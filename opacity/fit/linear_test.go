package fit

import (
	"math"
	"testing"

	"broadline/opacity/synth"
)

// TestLinearFitByHand checks the analytic scale and correction against
// cases worked by hand.
func TestLinearFitByHand(t *testing.T) {
	// Scale alone: m = (1, 2, 3), y = (2, 4, 7), σ = 1. Worked by hand:
	// c = Σ m y / Σ m² = 31/14; χ² = Σ y² − (Σ m y)²/Σ m² = 69 − 961/14 = 5/14;
	// ln det A = ln 14.
	w := []float64{1000, 1000 * math.Exp(0.1), 1000 * math.Exp(0.2)}
	one := []float64{1, 1, 1}
	sol, err := linearFit([]float64{2, 4, 7}, one, []float64{1, 2, 3}, legendreBasis(w, 0))
	if err != nil {
		t.Fatal(err)
	}
	if math.Abs(sol.coef[0]-31.0/14) > 1e-12 || math.Abs(sol.chi2-5.0/14) > 1e-12 || math.Abs(sol.logDet-math.Log(14)) > 1e-12 {
		t.Errorf("scale %v, χ² %v, ln det %v; want 31/14, 5/14, ln 14", sol.coef[0], sol.chi2, sol.logDet)
	}
	// σ = 2 everywhere divides χ² by 4 and leaves the scale.
	two := []float64{2, 2, 2}
	sol2, _ := linearFit([]float64{2, 4, 7}, two, []float64{1, 2, 3}, legendreBasis(w, 0))
	if math.Abs(sol2.coef[0]-31.0/14) > 1e-12 || math.Abs(sol2.chi2-5.0/56) > 1e-12 {
		t.Errorf("σ = 2: scale %v, χ² %v; want 31/14, 5/56", sol2.coef[0], sol2.chi2)
	}
	// Order 1 on points equally spaced in ln λ, so x = (−1, 0, 1): a
	// straight-line fit to y = (1, 2, 4) with m = 1 gives, by hand,
	// c₀ = mean y = 7/3, c₁ = Σ x y / Σ x² = 3/2, residuals (1/6, −1/3, 1/6),
	// χ² = 1/36 + 1/9 + 1/36 = 1/6.
	sol, err = linearFit([]float64{1, 2, 4}, one, one, legendreBasis(w, 1))
	if err != nil {
		t.Fatal(err)
	}
	if math.Abs(sol.coef[0]-7.0/3) > 1e-12 || math.Abs(sol.coef[1]-1.5) > 1e-12 || math.Abs(sol.chi2-1.0/6) > 1e-12 {
		t.Errorf("order 1: coefficients %v, χ² %v; want (7/3, 3/2), 1/6", sol.coef, sol.chi2)
	}
	// A model times an exact correction 2 + 0.5 x is recovered with χ² = 0.
	m := []float64{1, 2, 3}
	sol, _ = linearFit([]float64{1.5, 4, 7.5}, one, m, legendreBasis(w, 1))
	if math.Abs(sol.coef[0]-2) > 1e-12 || math.Abs(sol.coef[1]-0.5) > 1e-12 || sol.chi2 > 1e-20 {
		t.Errorf("exact correction: %v, χ² %v; want (2, 0.5), 0", sol.coef, sol.chi2)
	}
	// Legendre polynomials: P₂(0.5) = −0.125, P₃(0.5) = −0.4375 (worked by
	// hand from (3x² − 1)/2 and (5x³ − 3x)/2).
	if legendre(2, 0.5) != -0.125 || legendre(3, 0.5) != -0.4375 {
		t.Errorf("P₂(0.5) = %v, P₃(0.5) = %v", legendre(2, 0.5), legendre(3, 0.5))
	}
	// A zero model has no scale.
	if _, err := linearFit([]float64{1, 2, 3}, one, []float64{0, 0, 0}, legendreBasis(w, 0)); err == nil {
		t.Error("a zero model got a scale")
	}
}

// TestOuterSafe: photosphere velocities whose outermost node, computed as
// synth.Envelope.Node computes it, rounds above v_max are moved down by
// ulps; others are left alone. 0.17601429198058277 with v_max = 0.32 and 8
// nodes gives 0.32000000000000006 (found by the sampler).
func TestOuterSafe(t *testing.T) {
	env := synth.Envelope{BetaPh: 0.17601429198058277, BetaMax: 0.32, Nodes: 8}
	if env.Node(7) <= 0.32 {
		t.Log("synth's outer node no longer rounds above v_max here")
	}
	moved := 0
	for i := range 20000 {
		ph := 0.07 + 0.2*float64(i)/20000
		if i == 0 {
			ph = env.BetaPh
		}
		for _, n := range []int{8, 16} {
			got := outerSafe(ph, 0.32, n)
			e := synth.Envelope{BetaPh: got, BetaMax: 0.32, Nodes: n}
			if e.Node(n-1) > 0.32 || math.Abs(got-ph) > 1e-15 {
				t.Fatalf("v_ph %v → %v: outer node %v", ph, got, e.Node(n-1))
			}
			if got != ph {
				moved++
			}
		}
	}
	if moved == 0 {
		t.Error("no velocity needed moving, not even the one the sampler found")
	}
}
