package fit

import (
	"math"
	"testing"
)

// TestLinearFitByHand checks the analytic scale and correction against
// cases worked by hand.
func TestLinearFitByHand(t *testing.T) {
	// Scale alone: m = (1, 2, 3), y = (2, 4, 7), σ = 1. Worked by hand:
	// c = Σ m y / Σ m² = 31/14; χ² = Σ y² − (Σ m y)²/Σ m² = 69 − 961/14 = 5/14;
	// ln det A = ln 14.
	w := []float64{1000, 1000 * math.Exp(0.1), 1000 * math.Exp(0.2)}
	one := []float64{1, 1, 1}
	sol, err := linearFit([]float64{2, 4, 7}, one, []float64{1, 2, 3}, legendreBasis(w, 0))
	if err != nil {
		t.Fatal(err)
	}
	if math.Abs(sol.coef[0]-31.0/14) > 1e-12 || math.Abs(sol.chi2-5.0/14) > 1e-12 || math.Abs(sol.logDet-math.Log(14)) > 1e-12 {
		t.Errorf("scale %v, χ² %v, ln det %v; want 31/14, 5/14, ln 14", sol.coef[0], sol.chi2, sol.logDet)
	}
	// σ = 2 everywhere divides χ² by 4 and leaves the scale.
	two := []float64{2, 2, 2}
	sol2, _ := linearFit([]float64{2, 4, 7}, two, []float64{1, 2, 3}, legendreBasis(w, 0))
	if math.Abs(sol2.coef[0]-31.0/14) > 1e-12 || math.Abs(sol2.chi2-5.0/56) > 1e-12 {
		t.Errorf("σ = 2: scale %v, χ² %v; want 31/14, 5/56", sol2.coef[0], sol2.chi2)
	}
	// Order 1 on points equally spaced in ln λ, so x = (−1, 0, 1): a
	// straight-line fit to y = (1, 2, 4) with m = 1 gives, by hand,
	// c₀ = mean y = 7/3, c₁ = Σ x y / Σ x² = 3/2, residuals (1/6, −1/3, 1/6),
	// χ² = 1/36 + 1/9 + 1/36 = 1/6.
	sol, err = linearFit([]float64{1, 2, 4}, one, one, legendreBasis(w, 1))
	if err != nil {
		t.Fatal(err)
	}
	if math.Abs(sol.coef[0]-7.0/3) > 1e-12 || math.Abs(sol.coef[1]-1.5) > 1e-12 || math.Abs(sol.chi2-1.0/6) > 1e-12 {
		t.Errorf("order 1: coefficients %v, χ² %v; want (7/3, 3/2), 1/6", sol.coef, sol.chi2)
	}
	// A model times an exact correction 2 + 0.5 x is recovered with χ² = 0.
	m := []float64{1, 2, 3}
	sol, _ = linearFit([]float64{1.5, 4, 7.5}, one, m, legendreBasis(w, 1))
	if math.Abs(sol.coef[0]-2) > 1e-12 || math.Abs(sol.coef[1]-0.5) > 1e-12 || sol.chi2 > 1e-20 {
		t.Errorf("exact correction: %v, χ² %v; want (2, 0.5), 0", sol.coef, sol.chi2)
	}
	// Legendre polynomials: P₂(0.5) = −0.125, P₃(0.5) = −0.4375 (worked by
	// hand from (3x² − 1)/2 and (5x³ − 3x)/2).
	if legendre(2, 0.5) != -0.125 || legendre(3, 0.5) != -0.4375 {
		t.Errorf("P₂(0.5) = %v, P₃(0.5) = %v", legendre(2, 0.5), legendre(3, 0.5))
	}
	// A zero model has no scale.
	if _, err := linearFit([]float64{1, 2, 3}, one, []float64{0, 0, 0}, legendreBasis(w, 0)); err == nil {
		t.Error("a zero model got a scale")
	}
}
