//go:build race

package fit

// raceEnabled is true under the race detector, which slows the synthesis
// some twentyfold: the injection–recovery tests are then skipped.
const raceEnabled = true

* * *

--- Work item ---
Among the entries, find each line that includes the string "found" and copy it.

--- Solution for this exercise ---
// nodes gives 0.32000000000000006 (found by the sampler).
		t.Error("no velocity needed moving, not even the one the sampler found")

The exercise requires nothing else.